Attempting to staunch talk that their campaign is on the ropes, top advisers to Massachusetts Sen. John Kerry’s presidential bid will meet with House and Senate Democrats today as part of a broader effort to calm concerns and ensure a unified message over the final 55 days of the contest.
The gatherings, which will be led by Kerry senior strategist Tad Devine, will cover finances, media efforts and polling, according to deputy campaign manager Steve Elmendorf.
The Kerry entourage also will talk about “what the message is and what we want [Members] to be saying,” Elmendorf added.
A conference call with Democratic governors to brief them on the status of the campaign, as well as a similar meeting with members of the D.C. lobbying community, also were scheduled for today.
Adding a bit of honey to their pleas for unity, the Kerry campaign delivered $3 million checks to the heads of both the Democratic Congressional Campaign Committee and the Democratic Senatorial Campaign Committee last night.
The transfer of the previously promised funds comes from excess monies raised during Kerry’s primary campaign. He has now accepted roughly $75 million in public funds for the duration of the general election and, as a result, is barred from raising any other money.
The flurry of briefings comes after several recent polls showed President Bush receiving a significant bounce from the Republican convention last week.
Polls conducted for Time and Newsweek magazines both put Bush’s lead at 11 points, while a Gallup survey showed the president with a 52 percent to 45 percent edge among likely voters. Bush led 49 percent to 48 percent among registered voters in that survey.
One House Democratic leadership aide said the two magazine polls “are a cause for some concern.”
Another House aide added that “the media saturation of the bounce Bush got out of this convention and all the negativity that apparently resonates with the American public [has created] some concerns among members of the Democratic Caucus.”
Elmendorf insisted that the meetings had long been planned and were not in reaction to whispers that recent polls and personnel changes in the campaign reflected a lack of direction.
“Congress is returning, and that’s when a lot of people renew their focus on the race,” Elmendorf explained.

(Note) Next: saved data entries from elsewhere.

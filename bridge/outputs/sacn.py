"""Stage lighting levels as sACN (ANSI E1.31, streaming DMX over UDP), written from the standard.

``sacn_packet`` builds one E1.31 data packet; ``SacnOutput`` owns per-universe state:
the level of each of the 512 slots, fades in progress, and the sequence number. The
queue's worker thread calls ``tick``, which steps fades (at most ``frame_s`` apart) and
repeats steady levels every ``keepalive_s`` so receivers know the source is alive.

Safety: on ``Release`` and on close the lights go to the configured safe levels at once
(no fade); close then sends three packets with the stream-terminated option set. What a
receiver does after that (hold the look, fade out, fall back to a desk) is its own
setting: check it before the show. Follow the venue's rules and local codes.
"""

from __future__ import annotations

import socket
import struct
import time
import uuid

import numpy as np

from ..mapping.messages import DMX_SLOTS, Arm, LightLevels, Release
from .base import Output, _refuse

SACN_PORT = 5568                          # ANSI E1.31: the ACN SDT multicast port
ACN_PACKET_IDENTIFIER = b"ASC-E1.17\x00\x00\x00"
VECTOR_ROOT_E131_DATA = 0x00000004
VECTOR_E131_DATA_PACKET = 0x00000002
VECTOR_DMP_SET_PROPERTY = 0x02
DMP_ADDRESS_AND_DATA_TYPE = 0xA1
OPTION_PREVIEW = 0x80                     # bit 7
OPTION_STREAM_TERMINATED = 0x40           # bit 6
OPTION_FORCE_SYNC = 0x20                  # bit 5
DEFAULT_PRIORITY = 100
MAX_PRIORITY = 200
UNIVERSES = (1, 63999)
TERMINATION_PACKETS = 3
_SLOP_S = 1e-3  # a tick this close to its due time counts as due (wake-up jitter)


def multicast_group(universe: int) -> str:
    """E1.31's multicast address for a universe: 239.255.{high byte}.{low byte}."""
    return f"239.255.{universe >> 8}.{universe & 0xFF}"


def _flags_and_length(length: int) -> bytes:
    return struct.pack(">H", 0x7000 | length)


def _source_name(label: str) -> bytes:
    raw = label.encode("utf-8")[:63]
    while raw:  # do not cut a UTF-8 character in half
        try:
            raw.decode("utf-8")
            break
        except UnicodeDecodeError:
            raw = raw[:-1]
    return raw.ljust(64, b"\x00")


def sacn_packet(universe: int, slots: bytes, sequence: int, cid: bytes, source_label: str = "drape",
                priority: int = DEFAULT_PRIORITY, options: int = 0, sync_universe: int = 0) -> bytes:
    """One E1.31 data packet: root layer, framing layer, DMP layer, start code 0, then slots."""
    if not UNIVERSES[0] <= universe <= UNIVERSES[1]:
        raise ValueError(f"sACN universe must be {UNIVERSES[0]} to {UNIVERSES[1]} (got {universe})")
    if not 0 <= priority <= MAX_PRIORITY:
        raise ValueError(f"sACN priority must be 0 to {MAX_PRIORITY} (got {priority})")
    if len(cid) != 16:
        raise ValueError("the CID is 16 bytes (a UUID)")
    if len(slots) > DMX_SLOTS:
        raise ValueError(f"at most {DMX_SLOTS} slots")
    dmp = _flags_and_length(11 + len(slots)) + struct.pack(
        ">BBHHHB", VECTOR_DMP_SET_PROPERTY, DMP_ADDRESS_AND_DATA_TYPE, 0, 1, len(slots) + 1, 0) + bytes(slots)
    framing_body = struct.pack(">I", VECTOR_E131_DATA_PACKET) + _source_name(source_label) + struct.pack(
        ">BHBBH", priority, sync_universe, sequence & 0xFF, options, universe)
    framing = _flags_and_length(2 + len(framing_body) + len(dmp)) + framing_body + dmp
    root_body = struct.pack(">I", VECTOR_ROOT_E131_DATA) + bytes(cid)
    root = _flags_and_length(2 + len(root_body) + len(framing)) + root_body + framing
    return struct.pack(">HH", 0x0010, 0x0000) + ACN_PACKET_IDENTIFIER + root


class _Universe:
    """Levels of one universe: per-slot fades from ``start`` to ``target`` between two times (s)."""

    def __init__(self, now_s: float, safe: np.ndarray):
        self.start = safe.copy()
        self.target = safe.copy()
        self.t0 = np.full(DMX_SLOTS, now_s)
        self.t1 = np.full(DMX_SLOTS, now_s)
        self.sequence = 0
        self.last_sent_s = -1e9

    def levels_at(self, now_s: float) -> np.ndarray:
        span = self.t1 - self.t0
        frac = np.where(span > 0, np.clip((now_s - self.t0) / np.where(span > 0, span, 1.0), 0.0, 1.0), 1.0)
        return self.start + (self.target - self.start) * frac

    def fading(self, now_s: float) -> bool:
        return bool(np.any(self.t1 > now_s))

    def set(self, now_s: float, slots: dict[int, int], fade_s: float) -> None:
        current = self.levels_at(now_s)
        idx = np.fromiter((s - 1 for s in slots), dtype=int, count=len(slots))
        self.start[idx] = current[idx]
        self.target[idx] = np.fromiter(slots.values(), dtype=float, count=len(slots))
        self.t0[idx] = now_s
        self.t1[idx] = now_s + fade_s

    def jump(self, now_s: float, levels: np.ndarray) -> None:
        self.start[:] = levels
        self.target[:] = levels
        self.t0[:] = now_s
        self.t1[:] = now_s


class SacnOutput(Output):
    """Streams universes over sACN, multicast (host None) or unicast to ``host``.

    ``safe_levels`` {slot: level} is the look for stop and panic (slots not named: 0).
    ``frame_s`` is the shortest time between two packets of a fading universe (25 ms, 40
    per second, under DMX512's refresh ceiling of about 44 per second). ``keepalive_s``
    repeats steady levels; E1.31 receivers give up on a source after 2.5 s of silence.
    """

    def __init__(self, name: str, universe: int = 1, host: str | None = None, port: int = SACN_PORT,
                 priority: int = DEFAULT_PRIORITY, source_label: str = "drape", safe_levels: dict | None = None,
                 interface: str | None = None, keepalive_s: float = 0.8, frame_s: float = 0.025,
                 multicast_ttl: int = 1, cid: bytes | None = None, clock=time.monotonic):
        super().__init__(name)
        sacn_packet(universe, b"", 0, b"\x00" * 16, source_label, priority)  # checks universe and priority
        if not 0.1 <= keepalive_s <= 2.0:
            raise ValueError("keepalive_s must be 0.1 to 2.0 s (receivers drop a source after 2.5 s)")
        self.default_universe = universe
        self.host = host
        self.port = port
        self.priority = priority
        self.source_label = source_label
        self.keepalive_s = keepalive_s
        self.frame_s = frame_s
        self.cid = cid or uuid.uuid4().bytes
        self._clock = clock
        self.safe = np.zeros(DMX_SLOTS)
        for slot, level in (safe_levels or {}).items():
            LightLevels(universe, {slot: level})  # checks slot and level ranges
            self.safe[slot - 1] = level
        self.universes: dict[int, _Universe] = {}
        self.sock = socket.socket(socket.AF_INET, socket.SOCK_DGRAM)
        self.sock.setblocking(False)
        if host is None:
            self.sock.setsockopt(socket.IPPROTO_IP, socket.IP_MULTICAST_TTL, multicast_ttl)
            if interface:
                self.sock.setsockopt(socket.IPPROTO_IP, socket.IP_MULTICAST_IF, socket.inet_aton(interface))
        self._closed = False

    def _address(self, universe: int) -> tuple[str, int]:
        return (self.host or multicast_group(universe), self.port)

    def _transmit(self, number: int, u: _Universe, now_s: float, options: int = 0) -> None:
        slots = np.rint(u.levels_at(now_s)).astype(np.uint8).tobytes()
        data = sacn_packet(number, slots, u.sequence, self.cid, self.source_label, self.priority, options)
        u.sequence = (u.sequence + 1) & 0xFF  # E1.31: the sequence number wraps 255 → 0
        u.last_sent_s = now_s
        self.sock.sendto(data, self._address(number))

    def _universe(self, number: int, now_s: float) -> _Universe:
        if number not in self.universes:
            self.universes[number] = _Universe(now_s, self.safe)
        return self.universes[number]

    def _send(self, message) -> None:
        now = self._clock()
        if isinstance(message, Release):
            self.to_safe(now)
        elif isinstance(message, Arm):
            pass
        elif isinstance(message, LightLevels):
            u = self._universe(message.universe, now)
            u.set(now, dict(message.levels), message.fade_s)
            self._transmit(message.universe, u, now)
        else:
            _refuse(self.name, message)

    def to_safe(self, now_s: float | None = None) -> None:
        """Every universe used goes to the safe levels at once, and is sent."""
        now = self._clock() if now_s is None else now_s
        if not self.universes:
            self._universe(self.default_universe, now)
        for number, u in self.universes.items():
            u.jump(now, self.safe)
            self._transmit(number, u, now)

    def tick(self, now_s: float) -> float | None:
        if self._closed or not self.universes:
            return None
        waits = []
        for number, u in self.universes.items():
            since = now_s - u.last_sent_s
            # Fading: a frame every frame_s (the last step of a fade lands exactly); else keep-alive.
            fading = u.fading(now_s) or u.fading(u.last_sent_s)
            interval = self.frame_s if fading else self.keepalive_s
            if since >= interval - _SLOP_S:
                try:
                    self._transmit(number, u, now_s)
                except OSError as exc:
                    self.stats.last_error = f"{type(exc).__name__}: {exc}"
                since = 0.0
            waits.append(interval - since)
        return max(0.0, min(waits))

    def close(self) -> None:
        """Safe levels first, then three stream-terminated packets per universe, then the socket."""
        if self._closed:
            return
        self._closed = True
        try:
            now = self._clock()
            self.to_safe(now)
            for _ in range(TERMINATION_PACKETS):
                for number, u in self.universes.items():
                    self._transmit(number, u, now, OPTION_STREAM_TERMINATED)
            numbers = ", ".join(str(n) for n in sorted(self.universes))
            self.stats.on_close = (f"universe{'s' if len(self.universes) > 1 else ''} {numbers} set to the safe look, "
                                   "then the stream terminated")
        finally:
            self.sock.close()
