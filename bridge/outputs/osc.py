"""OSC over UDP and TCP with python-osc: building the bytes is separate from sending them.

UDP: one datagram per message or bundle (OSC 1.0). TCP: a stream of packets framed as
OSC 1.1 does (SLIP, RFC 1055, an END byte before and after each packet) or as OSC 1.0
does (a big-endian int32 length before each packet).
"""

from __future__ import annotations

import select
import socket
import struct
import time

from pythonosc import slip
from pythonosc.osc_bundle_builder import IMMEDIATELY, OscBundleBuilder
from pythonosc.osc_message_builder import OscMessageBuilder

from ..mapping.messages import Arm, OscBundle, OscMessage, Release
from .base import Output, _refuse


def _build_message(message: OscMessage):
    b = OscMessageBuilder(address=message.address)
    for a in message.args:
        if isinstance(a, bool):
            b.add_arg(a, OscMessageBuilder.ARG_TYPE_TRUE if a else OscMessageBuilder.ARG_TYPE_FALSE)
        elif isinstance(a, int):
            b.add_arg(a, OscMessageBuilder.ARG_TYPE_INT)
        elif isinstance(a, float):
            b.add_arg(a, OscMessageBuilder.ARG_TYPE_FLOAT)
        else:
            b.add_arg(str(a), OscMessageBuilder.ARG_TYPE_STRING)
    return b.build()


def _build(packet):
    if isinstance(packet, OscMessage):
        return _build_message(packet)
    b = OscBundleBuilder(IMMEDIATELY if packet.timetag is None else packet.timetag)
    for m in packet.messages:
        b.add_content(_build(m))
    return b.build()


def encode_osc(packet: OscMessage | OscBundle) -> bytes:
    """The OSC 1.0 packet of a message or bundle (int → i, float → f, str → s, bool → T/F)."""
    if not isinstance(packet, (OscMessage, OscBundle)):
        raise TypeError(f"OSC packets are OscMessage or OscBundle values (got {type(packet).__name__})")
    return _build(packet).dgram


def frame_osc_stream(packet: bytes, framing: str = "1.1") -> bytes:
    """One packet framed for a TCP stream: "1.1" SLIP (RFC 1055), "1.0" int32 length prefix."""
    if framing == "1.1":
        return slip.encode(packet)
    if framing == "1.0":
        return struct.pack(">i", len(packet)) + packet
    raise ValueError(f"OSC stream framing is '1.0' or '1.1' (got {framing!r})")


class OscUdpOutput(Output):
    """Sends each message or bundle as one UDP datagram to host:port.

    ``broadcast=True`` allows a broadcast address such as 255.255.255.255 or a subnet's.
    """

    def __init__(self, name: str, host: str, port: int, broadcast: bool = False):
        super().__init__(name)
        self.address = (host, port)
        self.sock = socket.socket(socket.AF_INET6 if ":" in host else socket.AF_INET, socket.SOCK_DGRAM)
        if broadcast:
            self.sock.setsockopt(socket.SOL_SOCKET, socket.SO_BROADCAST, 1)
        self.sock.setblocking(False)

    def _send(self, message) -> None:
        if isinstance(message, (Release, Arm)):
            return  # OSC holds nothing
        if not isinstance(message, (OscMessage, OscBundle)):
            _refuse(self.name, message)
        self.sock.sendto(encode_osc(message), self.address)

    def close(self) -> None:
        self.sock.close()


class OscTcpOutput(Output):
    """A TCP connection to host:port, reconnected with growing waits when it fails.

    While disconnected, messages are dropped (counted), not stored: a late cue is worse
    than a missing one. A peer that stops reading makes a send time out after
    ``send_timeout_s``; the connection is then dropped and made again.
    """

    def __init__(self, name: str, host: str, port: int, framing: str = "1.1",
                 connect_timeout_s: float = 1.0, send_timeout_s: float = 1.0,
                 first_wait_s: float = 0.1, longest_wait_s: float = 5.0, clock=time.monotonic):
        super().__init__(name)
        frame_osc_stream(b"", framing)  # checks the framing name
        self.address = (host, port)
        self.framing = framing
        self.connect_timeout_s = connect_timeout_s
        self.send_timeout_s = send_timeout_s
        self.first_wait_s = first_wait_s
        self.longest_wait_s = longest_wait_s
        self._clock = clock
        self._sock: socket.socket | None = None
        self._wait_s = first_wait_s
        self._retry_at_s = 0.0
        self.connects = 0

    @property
    def connected(self) -> bool:
        return self._sock is not None

    def _connect(self) -> None:
        try:
            sock = socket.create_connection(self.address, timeout=self.connect_timeout_s)
        except OSError:
            self._retry_at_s = self._clock() + self._wait_s
            self._wait_s = min(self._wait_s * 2, self.longest_wait_s)
            raise
        sock.settimeout(self.send_timeout_s)
        sock.setsockopt(socket.IPPROTO_TCP, socket.TCP_NODELAY, 1)
        self._sock = sock
        self._wait_s = self.first_wait_s
        self.connects += 1

    def _disconnect(self) -> None:
        if self._sock is not None:
            try:
                self._sock.close()
            finally:
                self._sock = None
            self._retry_at_s = self._clock() + self._wait_s
            self._wait_s = min(self._wait_s * 2, self.longest_wait_s)

    def _peer_closed(self) -> bool:
        """True when the peer has closed its end (replies it sent are read and ignored)."""
        readable, _, _ = select.select([self._sock], [], [], 0)
        if not readable:
            return False
        try:
            return self._sock.recv(65536, socket.MSG_DONTWAIT) == b""
        except BlockingIOError:
            return False

    def _send(self, message) -> None:
        if isinstance(message, (Release, Arm)):
            return
        if not isinstance(message, (OscMessage, OscBundle)):
            _refuse(self.name, message)
        data = frame_osc_stream(encode_osc(message), self.framing)
        if self._sock is None:
            left = self._retry_at_s - self._clock()
            if left > 0:
                raise ConnectionError(f"not connected to {self.address[0]}:{self.address[1]}; next try in {left:.1f} s")
            self._connect()
        try:
            if self._peer_closed():
                raise ConnectionResetError("peer closed the connection")
            self._sock.sendall(data)
        except OSError:
            self._disconnect()  # a partly sent packet leaves the stream unusable
            raise

    def tick(self, now_s: float) -> float | None:
        if self._sock is not None:
            return None
        if now_s >= self._retry_at_s:
            try:
                self._connect()
                return None
            except OSError as exc:
                self.stats.last_error = f"{type(exc).__name__}: {exc}"
        return max(0.0, self._retry_at_s - now_s)

    def close(self) -> None:
        if self._sock is not None:
            self._sock.close()
            self._sock = None
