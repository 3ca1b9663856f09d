"""Outputs: send mapped messages to the world. They see messages only, never the classifier.

Backends are picked by name with ``open_output(destination)`` (``registry``); MIDI, keys
and sACN live in their own modules so their optional packages are imported only when used.
"""

from .base import Output, OutputStats, OutputUnavailable
from .osc import OscTcpOutput, OscUdpOutput, encode_osc, frame_osc_stream
from .queued import QueuedOutput
from .registry import open_backend, open_output

__all__ = ["Output", "OutputStats", "OutputUnavailable", "OscTcpOutput", "OscUdpOutput", "QueuedOutput",
           "encode_osc", "frame_osc_stream", "open_backend", "open_output"]
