// JSON for scripts: counts are exact.

/** JSON with bigints as numbers where exact, else as decimal strings. */
export function toJson(v: unknown, indent = 2): string {
  return JSON.stringify(v, (_k, x) => (typeof x === 'bigint' ? (x <= BigInt(Number.MAX_SAFE_INTEGER) && x >= -BigInt(Number.MAX_SAFE_INTEGER) ? Number(x) : x.toString()) : x), indent);
}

That said, Elmendorf acknowledged that the campaign “reads the newspapers” and is aware of the current mood in the party.
In a call with campaign surrogates Tuesday, which was led by Kerry Congressional liaisons David Castignetti and Broderick Johnson, several Members expressed annoyance at their colleagues’ willingness to publicly question Kerry’s decision-making, especially in regard to the attacks on his military record by the Swift Boat Veterans for Truth.
“Our hope is by talking to the broader group we will get that message out,” Elmendorf said.
A Democratic leadership aide said that after a decade as the minority party in the House, Members “generally understand that if we want to win we have to be on message and support our nominee.”
Even so, a number of operatives said they anticipated widespread questioning of the campaign’s tactics at the Caucus meetings today.
DCCC Chairman Robert Matsui (Calif.) offered a preview of those criticisms Tuesday, arguing that “there is no question looking back on it if our candidate had spoken out more forcefully on this it might have been helpful.”
Kerry largely ignored the Swift boat charges that he did not merit commendations received for his service in Vietnam until it became clear that these insinuations were damaging his credentials as a decorated veteran.
The response, when it came, was viewed as too little, too late by a number of strategists both inside and outside the campaign.
Seemingly as a result of that tumult, Kerry turned to a number of experienced operatives to reinvigorate the campaign including former Clinton aides Joe Lockhart, Joel Johnson and Doug Sosnik, as well as longtime party strategists John Sasso and Michael Whouley.
Kerry’s camp insisted that these changes reflect an effort to beef up their ranks in the campaign’s final two months, not a dissatisfaction with the current team.
Although there is some level of disappointment with the current state of play on the presidential level, several Members insisted their colleagues expected that Bush would receive a bounce from his convention and are not panicked over recent polls.
“The bounce is temporary,” said Matsui. “In another two weeks we will be in a dead heat again.”
He did add, however, that the three weeks between the two conventions hurt Kerry and “looking back we probably made a mistake [by giving] Republicans an opportunity to attack without having to reveal their hand.”
Rep. Rahm Emanuel (D-Ill.), a former senior aide to Clinton, expressed little concern about the presidential landscape.
“The media has written a story that is 96 hours behind the curve,” Emanuel said. The Kerry campaign “has turned the corner both staffing-wise and message-wise.”